I didn't have any problems either just shuffling back and forth between fixed points (errors would mostly cancel) until I wrote some code to "teach" the unit where a track was by stepping from the home (zero) position to the track location and using microstepping to smooth out movement. Then all went pear shaped. I spent a couple of hours tracing the library code to find where the problem was. Blow away a chunk of code and all works ok. The "problem" is in a bit of code that does microstepping so not executed if you use step, doublestep or interleaved. Also with a 50:1 gearbox you wouldn't notice an error of two steps.
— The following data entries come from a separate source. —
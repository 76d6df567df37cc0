"""A wide-area link in user space: a loopback TCP proxy with a rate, a delay and a queue in each direction.

Theory of operation
-------------------
A client connects to the emulator; the emulator connects to the target (the server) and carries bytes both ways.
Each direction — ``to_server`` (client to server) and ``to_client`` (server to client) — is a *lane* with its own
rate, one-way delay and buffer, modelled as a real link: a serialising queue followed by a delay line.

*Serialiser.* When the emulator reads ``n`` bytes from an endpoint at time ``t`` they start to leave at
``s = max(t, free_at)`` — after every byte admitted to the lane before them, over all connections through the
link — and leave at the link rate: ``free_at`` becomes ``s + n / rate``. *Delay line.* The read is cut into slices
of at most 1 ms of link time; a slice ending at byte ``k`` of the read has left at ``s + k / rate`` and arrives
``delay`` later, when the emulator writes it to the other endpoint. The round-trip time is the sum of the two
lanes' delays. Every time is an absolute deadline on the event loop's monotonic clock, computed from the previous
deadline and never from the moment a timer happened to fire: a late wake-up delivers late, but moves no later
byte, so the rate does not drift.

*Buffer.* A lane holds at most ``buffer`` bytes that it has read and not yet handed to the receiving endpoint's
socket: queued for the serialiser, on the wire, or arrived for a receiver that is not reading. Reads are sized to
the room left (``asyncio.BufferedProtocol``), so the bound is exact (plus one fixed read buffer per socket). When a
lane is full the emulator stops reading its senders' sockets, their kernel buffers fill and the senders block —
TCP and HTTP/2 back-pressure as behind a router queue. Reading resumes once a quarter of the buffer (at most
1 MiB, at most half the queue) is free again. The default buffer is the bytes in flight (rate × delay) plus
20 ms of queue at the rate, at least 64 KiB (common practice for a router queue; a busy machine may keep the
emulator from its timers for several milliseconds, and the queue keeps the serialiser busy meanwhile). A buffer
smaller than the bytes in flight plus 16 KiB is refused: such a link could never carry its rate.

*Opening a connection* costs a round trip, as TCP's handshake does: the emulator connects to the target one
``to_server`` delay after accepting the client (when the client's SYN would reach the server) and takes the
client's first bytes one round trip after accepting (when the client would hold the server's SYN-ACK).
``handshake=False`` skips this. A half-close (EOF) travels like a byte, after the bytes before it.

*Cuts* close every connection through the link at once; new connections are accepted as before (a reconnect goes
through the same link). A cut comes after the N-th byte in a given direction has been delivered (counted over the
link's life, all connections, bytes lost in earlier cuts not counted), at a time after the first connection
(``CutAtTime``), or on demand (``await link.cut()``). Bytes still queued or on the wire are lost. How the
endpoints learn of it (``cut_mode``): ``reset`` (default) sends both a TCP reset; ``close`` an orderly close;
``silent`` tells them nothing — their bytes are read and dropped, nothing arrives, until they give up by their own
timeouts (what a real cut looks like); the emulator then closes each side as its endpoint closes.

*Where it runs.* ``Link`` runs in the caller's event loop (tests). For benchmarks, ``LinkProcess`` runs it in a
process of its own (``python -m jointstat.harness.link``): its own interpreter lock (a thread in a busy process can
wait up to the interpreter's 5 ms switch interval for it), an event loop over ``select(2)``, whose timeout has
microsecond resolution (``epoll``'s is rounded up to whole milliseconds: timers fired 0.5 ms late on average on
this machine, against 0.2 ms with ``select``), and a mostly sleeping process that the kernel wakes promptly when a
timer or socket is due, whatever the node processes are doing. ``select`` handles file descriptors below 1024: a
few hundred connections.

Counters: bytes delivered each way, bytes dropped each way (lost in a cut, or sent into a silently cut
connection), connections accepted, open and failed (target refused), cuts, the most each lane held at once, and
how late the delivery timers fired after their deadlines (the emulator's own error on the delay).
"""

from __future__ import annotations

import argparse
import asyncio
import contextlib
import json
import math
import queue
import re
import selectors
import signal
import socket
import struct
import subprocess
import sys
import threading
from collections import deque
from collections.abc import Sequence
from dataclasses import asdict, dataclass
from types import TracebackType
from typing import Literal, TypeAlias

Direction: TypeAlias = Literal["to_server", "to_client"]
DIRECTIONS: tuple[Direction, ...] = ("to_server", "to_client")
CutMode: TypeAlias = Literal["reset", "close", "silent"]
CUT_MODES: tuple[CutMode, ...] = ("reset", "close", "silent")

SLICE_SECONDS = 0.001  # a read is delivered in slices of at most this much link time
MIN_SLICE_BYTES = 256  # ... and at least this many bytes (at low rates)
MAX_READ_BYTES = 1024 * 1024  # the largest read from one socket
DEFAULT_QUEUE_SECONDS = 0.02  # default queue, in time at the lane's rate (common practice, see above)
DEFAULT_MIN_QUEUE_BYTES = 64 * 1024
MIN_QUEUE_BYTES = 16 * 1024  # a buffer must hold the bytes in flight plus at least this much
MAX_DELAY_SECONDS = 60.0  # a one-way delay above a minute is a mistake (a unit left out), not a network
STOP_TIMEOUT_S = 5.0


class LinkSettingsError(ValueError):
    """A link setting that cannot be used; the message names the setting and the accepted forms."""


# -- human words for rates, times and sizes ---------------------------------------------------------------------------
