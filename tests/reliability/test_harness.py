"""The fault harness's own parts: the frames it plans faults at, the secrets its sessions record, the scan for them.

Specification: ``frames_per_phase`` counts exactly the frames of each phase that cross a session of the invented
job, with either side's frame size; a recording garbler records its Δ and both labels of every input and output
wire, and every label a recording evaluator holds for those wires is one of them; a Δ, a label or an input value of
a recorded session planted in a log line is found by the scan, which names it without showing it.
"""

from __future__ import annotations

from collections import Counter
from pathlib import Path

import numpy as np
import pytest
from cryptography.hazmat.primitives.asymmetric.ed25519 import Ed25519PrivateKey
from jointstat.circuit.model import Party
from jointstat.garble.backends import DEFAULT_CHUNK_BYTES
from jointstat.harness.faultpoint import PEER_CHUNK_BYTES
from jointstat.harness.recording import RecordingEvaluator, RecordingGarbler, recording_session
from jointstat.harness.scanner import Secrets, scan_for_secrets
from jointstat.harness.scenario import (
    METRE_BITS,
    NODE_METRES,
    PHASES,
    PeerJob,
    frames_per_phase,
    peer_job,
    phase_of,
    write_job_files,
)
from jointstat.protocol import frames as fr
from jointstat.protocol import signer, verifier
from jointstat.protocol.pipe import run_in_memory

KEY = Ed25519PrivateKey.generate()


@pytest.fixture(scope="module")
def job(tmp_path_factory: pytest.TempPathFactory) -> PeerJob:
    return peer_job(write_job_files(tmp_path_factory.mktemp("job")))


def recorded_session(
    job: PeerJob, secrets: Secrets, chunk_bytes: int, sid: bytes
) -> tuple[RecordingGarbler, RecordingEvaluator, Counter[str]]:
    make = recording_session(secrets, chunk_bytes)
    common = {
        "session_id": sid,
        "program": job.program,
        "manifest_digest": job.digest,
        "sign": signer(KEY),
        "verify": verifier(KEY.public_key()),
    }
    garbler = make(Party.GARBLER, inputs=job.bits[Party.GARBLER], **common)
    evaluator = make(Party.EVALUATOR, inputs=job.bits[Party.EVALUATOR], **common)
    assert isinstance(garbler, RecordingGarbler) and isinstance(evaluator, RecordingEvaluator)
    phases: Counter[str] = Counter()

    def count(_to: Party, data: bytes) -> list[bytes]:
        phase = phase_of(fr.decode(data)[0])
        assert phase is not None
        phases[phase] += 1
        return [data]

    run_in_memory(garbler, evaluator, intercept=count)
    assert garbler.done and evaluator.done
    return garbler, evaluator, phases


@pytest.mark.parametrize("chunk_bytes", [PEER_CHUNK_BYTES, DEFAULT_CHUNK_BYTES])
def test_frames_per_phase_counts_the_frames_that_cross_a_session(job: PeerJob, chunk_bytes: int) -> None:
    _, _, phases = recorded_session(job, Secrets(), chunk_bytes, b"count-%d" % chunk_bytes)
    planned = frames_per_phase(job.program, chunk_bytes)
    assert dict(phases) == {p: n for p, n in planned.items() if n}
    assert set(planned) == set(PHASES)
    if chunk_bytes == PEER_CHUNK_BYTES:
        assert planned["tables"] > 10  # many frames to place a fault in


def test_a_recording_garbler_records_delta_and_both_labels_of_every_input_and_output_wire(
    job: PeerJob,
) -> None:
    secrets = Secrets()
    recorded_session(job, secrets, PEER_CHUNK_BYTES, b"recorded")
    program = job.program
    delta = secrets.deltas["recorded"]
    assert len(delta) == 16 and delta[0] & 1  # Δ with its signal bit set (point-and-permute)
    labels = secrets.labels["recorded"]
    inputs = sum(program.n_inputs(p) for p in Party)
    outputs = sum(program.n_outputs(p) for p in Party)
    # Both labels of every input wire; of the output wires, those not public constants (their labels are 0 and Δ).
    assert 2 * inputs < len(labels) <= 2 * (inputs + outputs)
    assert all(bytes(a ^ b for a, b in zip(label, delta, strict=True)) in labels for label in labels)
    assert delta not in labels and bytes(16) not in labels


def test_every_label_a_recording_evaluator_holds_is_one_the_garbler_recorded(job: PeerJob) -> None:
    garbler_secrets, evaluator_secrets = Secrets(), Secrets()
    make_g = recording_session(garbler_secrets, PEER_CHUNK_BYTES)
    make_e = recording_session(evaluator_secrets)
    common = {
        "session_id": b"two records",
        "program": job.program,
        "manifest_digest": job.digest,
        "sign": signer(KEY),
        "verify": verifier(KEY.public_key()),
    }
    garbler = make_g(Party.GARBLER, inputs=job.bits[Party.GARBLER], **common)
    evaluator = make_e(Party.EVALUATOR, inputs=job.bits[Party.EVALUATOR], **common)
    run_in_memory(garbler, evaluator)  # type: ignore[arg-type]
    held = evaluator_secrets.labels["two records"]
    made = garbler_secrets.labels["two records"]
    assert held and held <= made
    assert len(held) == len(made) // 2  # one label of each pair: the evaluator never holds both
    assert not evaluator_secrets.deltas


@pytest.mark.parametrize("what", ["delta", "label", "value"])
def test_the_scan_finds_a_secret_of_a_recorded_session_planted_in_a_log(
    job: PeerJob, tmp_path: Path, what: str
) -> None:
    secrets = Secrets(value_bits=METRE_BITS)
    recorded_session(job, secrets, PEER_CHUNK_BYTES, b"planted")
    for value in NODE_METRES:
        secrets.add_value(value)
    rng = np.random.default_rng(3)
    label = sorted(secrets.labels["planted"])[int(rng.integers(len(secrets.labels["planted"])))]
    planted = {
        "delta": secrets.deltas["planted"].hex(),
        "label": label.hex().upper(),
        "value": " ".join(format(NODE_METRES[1], f"0{METRE_BITS}b")[::-1]),
    }[what]
    log = tmp_path / "node.log"
    log.write_text(f"session ok\nthe peer's frame held {planted}, oddly\nsession closed\n", encoding="utf-8")
    found = scan_for_secrets(secrets, [log])
    assert [(f.line, f.source) for f in found] == [(2, str(log))]
    assert planted not in found[0].what
    assert scan_for_secrets(secrets, texts=[("clean", "session ok\nsession closed\n")]) == []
This bit: if (style == MICROSTEP) { while ((ret != 0) && (ret != MICROSTEPS)) { ret = onestep(dir, style); delay(uspers/1000); // in ms steppingcounter += (uspers % 1000); if (steppingcounter >= 1000) { delay(1); steppingcounter -= 1000; } } } More specifically the effect of this statement: while ((ret != 0) && (ret != MICROSTEPS)) I have written a bug report and will submit to github this week. Now I just need to figure out how to stop the table from occasionally lurching when woken from the released state. Well at least I now have a better idea on how the library code works. Not sure what you mean by "go to" or "target", the library code only has a step function. CFJ

Currently working on my turntable code. I have a problem in the Ardafruit motor library code for V2 motor shield. Problem is related to using microstepping and errors in positioning depending on how many full steps are requested. The worst case is trying for a full rotation, for my 200 step motor calling 1 * 200 steps results in one very accurate rotation but if I do it as 200 * 1step I get 2 complete rotations. 4 * 90degree (50 steps) rotations returns 208 steps, an 8 step overshoot. If the number of steps requested is a multiple of 4 (200,100,80,....4) then all is ok. Any other numbers of steps and you get a bonus of 1 to 2 steps for each call. Anyone else getting the same effect? Delete the problem bit of library code and it seems to work perfectly. A call of 200 * 1step now gives a single accurate rotation. Can't see any use for the problem bit of code; seems to be trying to capture an impossible error (badly). Regards, CFJ

If you don't want to do peer to peer over the loconet then you can use the railsync lines as the DCC input to the opto-coupler in post 8, no changes needed. If you want to do some reporting or status over the loconet then you would need to feed the data lines into the opto-coupler and will also need to add a bit of circuitry to send loconet messages, fairly simple just a resistor, fast transistor and a pin on the arduino. See the bits connected to pin 2 of schematic in http://www.locobuffer.com/LocoIO/LocoIO.pdfas example of Tx from the cpu.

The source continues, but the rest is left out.